Papandreou parece ter concordado com as condições. Em seu discurso antes da votação no Parlamento, ele se declarou pronto para aceitar e promover a ideia de um governo amplo e suprapartidário, a ser debatido neste sábado com o presidente da Grécia.
O primeiro-ministro também mencionou que estaria disposto a conversar sobre uma possível substituição, sem explicitar, no entanto, se deixaria o cargo imediatamente.
Socialistas e conservadores
Apesar de quase nada parecer impossivel na recente política grega, poucos acreditam que Papandreou ainda tenha chances de permanecer no poder. Na última segunda-feira, o premiê provocou uma tensão internacional ao anunciar um referendo para submeter à aprovação popular o pacote europeu de resgate da economia grega – no valor de 130 bilhões de euros.
Sob forte pressão, no entanto, o governo desistiu da consulta na sexta-feira.
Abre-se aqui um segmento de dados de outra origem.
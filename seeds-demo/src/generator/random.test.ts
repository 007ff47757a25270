import { describe, expect, it } from 'vitest';
import { SeededRandom } from './random';

const draws = (random: SeededRandom) => Array.from({ length: 20 }, () => random.below(2 ** 31));

describe('SeededRandom', () => {
  it('repeats a stream for the same seed, and keeps seeds and streams apart', () => {
    const stream = (seed: number, name: 'people' | 'claims') =>
      draws(SeededRandom.stream(seed, name));
    expect(stream(7, 'claims')).toEqual(stream(7, 'claims'));
    expect(stream(7, 'claims')).not.toEqual(stream(8, 'claims'));
    expect(stream(7, 'claims')).not.toEqual(stream(7, 'people'));
  });

  it('makes well-formed version-4 UUIDs that do not repeat', () => {
    const random = SeededRandom.stream(1, 'claims');
    const ids = Array.from({ length: 2000 }, () => random.uuid());
    for (const id of ids) {
      expect(id).toMatch(/^[0-9a-f]{8}-[0-9a-f]{4}-4[0-9a-f]{3}-[89ab][0-9a-f]{3}-[0-9a-f]{12}$/);
    }
    expect(new Set(ids).size).toBe(ids.length);
  });

  it('draws within range, never a key of weight zero, and distinct picks', () => {
    const random = SeededRandom.stream(3, 'sources');
    const seen = new Set<string>();
    for (let n = 0; n < 2000; n += 1) {
      const index = random.below(5);
      expect(index).toBeGreaterThanOrEqual(0);
      expect(index).toBeLessThan(5);
      expect(random.skewedIndex(5)).toBeLessThan(5);
      seen.add(random.weighted({ often: 5, sometimes: 1, never: 0 }));
      const picked = random.pickDistinct(['a', 'b', 'c', 'd'], 3, 2);
      expect(new Set(picked).size).toBe(picked.length);
      expect(picked.length).toBeGreaterThan(0);
    }
    expect([...seen].sort()).toEqual(['often', 'sometimes']);
  });
});
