import { type ReliabilityGrade, type SourceKind } from '@skyledger/contracts';
import { type DeskSpan, type PersonRow, GENERATED_EMAIL_DOMAIN, spanStart } from './desk-rows';
import { type SeededRandom } from './random';
import {
  claimPatterns,
  familyNames,
  givenNames,
  gradeReasons,
  places,
  sourcePatterns,
} from './vocabulary';

/** A source and the topic it was made for (which claims may cite it). */
export interface TopicSource {
  topic: string;
  source: SourceRow;
}

export interface SourceRow {
  id: string;
  title: string;
  authors: string | null;
  publisher: string;
  year: number;
  doi: string | null;
  url: string | null;
  accessedOn: string;
  kind: SourceKind;
  grade: ReliabilityGrade;
  gradeReason: string;
  createdById: string;
  createdAt: Date;
  updatedAt: Date;
  version: number;
}

/** Every topic a generated claim is filed under by its pattern. */
export const patternTopics: readonly string[] = [
  ...new Set(claimPatterns.flatMap((pattern) => pattern.topics)),
];

/**
 * The desk's library of invented sources, on the claim patterns' topics. DOIs use the
 * 10.5555 prefix Crossref keeps for examples, web addresses a `.test` host: neither
 * resolves to anything real.
 */
export function sourceRows(
  random: SeededRandom,
  options: DeskSpan & { count: number; people: readonly PersonRow[] },
): TopicSource[] {
  const editors = options.people.filter((person) => person.role === 'science_editor');
  if (editors.length === 0) throw new Error('sourceRows needs at least one science editor');
  const patternWeights = Object.fromEntries(
    sourcePatterns.map((pattern, index) => [String(index), pattern.weight]),
  );
  const added = spanStart(options);
  const lastYear = options.until.getUTCFullYear() - 1;
  return Array.from({ length: options.count }, () => {
    const pattern = sourcePatterns[Number(random.weighted(patternWeights))]!;
    const topic = random.pick(patternTopics);
    const year = lastYear - random.below(30);
    const grade = random.weighted(pattern.grades as Record<ReliabilityGrade, number>);
    const id = random.uuid();
    const author = () => `${random.pick(familyNames)}, ${random.pick(givenNames)[0]}.`;
    const authors =
      pattern.cited === 'doi'
        ? Array.from({ length: 1 + random.below(4) }, author).join('; ')
        : pattern.kind === 'expert_interview'
          ? author()
          : null;
    const accessed = new Date(
      added.getTime() + random.below(options.until.getTime() - added.getTime()),
    );
    const source: SourceRow = {
      id,
      title: pattern.title
        .replaceAll('{topic}', topic.replaceAll('-', ' '))
        .replaceAll('{place}', random.pick(places))
        .replaceAll('{year}', String(year)),
      authors,
      publisher: random.pick(pattern.publishers),
      year,
      doi: pattern.cited === 'doi' ? `10.5555/generated.${id.slice(0, 8)}` : null,
      url: pattern.cited === 'url' ? `https://sources.${GENERATED_EMAIL_DOMAIN}/${id}` : null,
      accessedOn: accessed.toISOString().slice(0, 10),
      kind: pattern.kind,
      grade,
      gradeReason: `${gradeReasons[grade]} (Generated source; invented.)`,
      createdById: random.pick(editors).id,
      createdAt: added,
      updatedAt: added,
      version: 1,
    };
    return { topic, source };
  });
}

/** Sources grouped by the topic they were made for. */
export function sourcesByTopic(sources: readonly TopicSource[]): Map<string, SourceRow[]> {
  const byTopic = new Map<string, SourceRow[]>();
  for (const { topic, source } of sources) {
    const shelf = byTopic.get(topic) ?? [];
    shelf.push(source);
    byTopic.set(topic, shelf);
  }
  return byTopic;
}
Com o fiasco da ideia do referendo, Papandreou ficou em uma situação complicada até mesmo dentro de seu partido, o Movimento Socialista Pan-helênico (Pasok).
Opiniões sobre quem deve substituí-lo e como isso será feito ainda são divergentes. Os socialistas são a favor de um governo de unidade, envolvendo todos os partidos políticos – preferencialmente, claro, sob sua regência. O atual ministro grego de Finanças, Evangelos Venizelos, tem demonstrado interesse em assumir o cargo de primeiro-ministro.
Já o partido conservador, de oposição, que vem desempenhando um crescente e importante papel no cenário político atual, quer formar um governo de transição composto por especialistas, a fim de que possam preparar novas eleições em até seis semanas.
Como de costume, Papandreou propôs um meio-termo: um governo de transição, composto por políticos de alta qualificação, capaz de levar ao Parlamento as decisões acordadas na última reunião de cúpula da União Europeia, assim como dar prosseguimento às medidas de austeridade e, por fim, conduzir o país a novas eleições em março do ano que vem.
"As máscaras caíram. Papandreou rejeitou todas as nossas propostas e, portanto, queremos eleições imediatas", afirmou o líder da oposição, Antonis Samaras, após a votação.
Dura escolha
Se a oposição conservadora continuar se recusando a compor qualquer novo governo de unidade nacional, os socialistas ficarão sem escolha e terão que construir uma encolhida coalizão com a direita populista e com os liberais da Aliança Democrática, da antiga ministra do Exterior Dora Bakoyannis – algo visto como uma medida sem sentido.
A oposição de esquerda sinalizou que está particularmente irritada com a votação deste sábado. "Eles querem que declaremos nosso apoio a um governo que nem existe mais", declarou o líder da aliança moderada de esquerda, Alexis Tsipras.
Muitos observadores concordam que Tsipras tem certa razão em seu comentário. Outros ainda se perguntam por que Papandreou teria se submetido a um voto de confiança no Parlamento se aparentemente ele não tem intenção de deixar a chefia do governo.
História se repete
Este tipo de tumulto político vem se tornando uma constante entre os socialistas. Tempos atrás, um acordo semelhante salvou os esquerdistas de uma divisão e deu um impulso a Papandreou em direção ao poder. Em 2004, o então primeiro-ministro Costas Simitis, renunciou ao cargo de presidente do partido e o passou a seu então ministro do Exterior, George Papandreou.
Após um intervalo político conservador, o Pasok venceu as eleições parlamentares de 2009 – o que envolveu uma surpreendente ação de Papandreou, que se afastou de seu antigo mentor Simitis e chegou ao cargo de primeiro-ministro.
Naquela época, o pedido em prol de um referendo também motivou um conflito dentro do partido. Pouco antes das eleições europeias em 2009, Papandreou prometeu fazer um referendo pela aprovação do Tratado de Lisboa – contra a vontade de um inflexível Simitis em sua posição pró-Europa.
Caso Simitis venha a assumir novamente o governo grego, ainda que temporariamente, em um governo de transição, por exemplo, seria uma curiosa ironia do destino se Papandreou tiver que dar lugar a seu antecessor.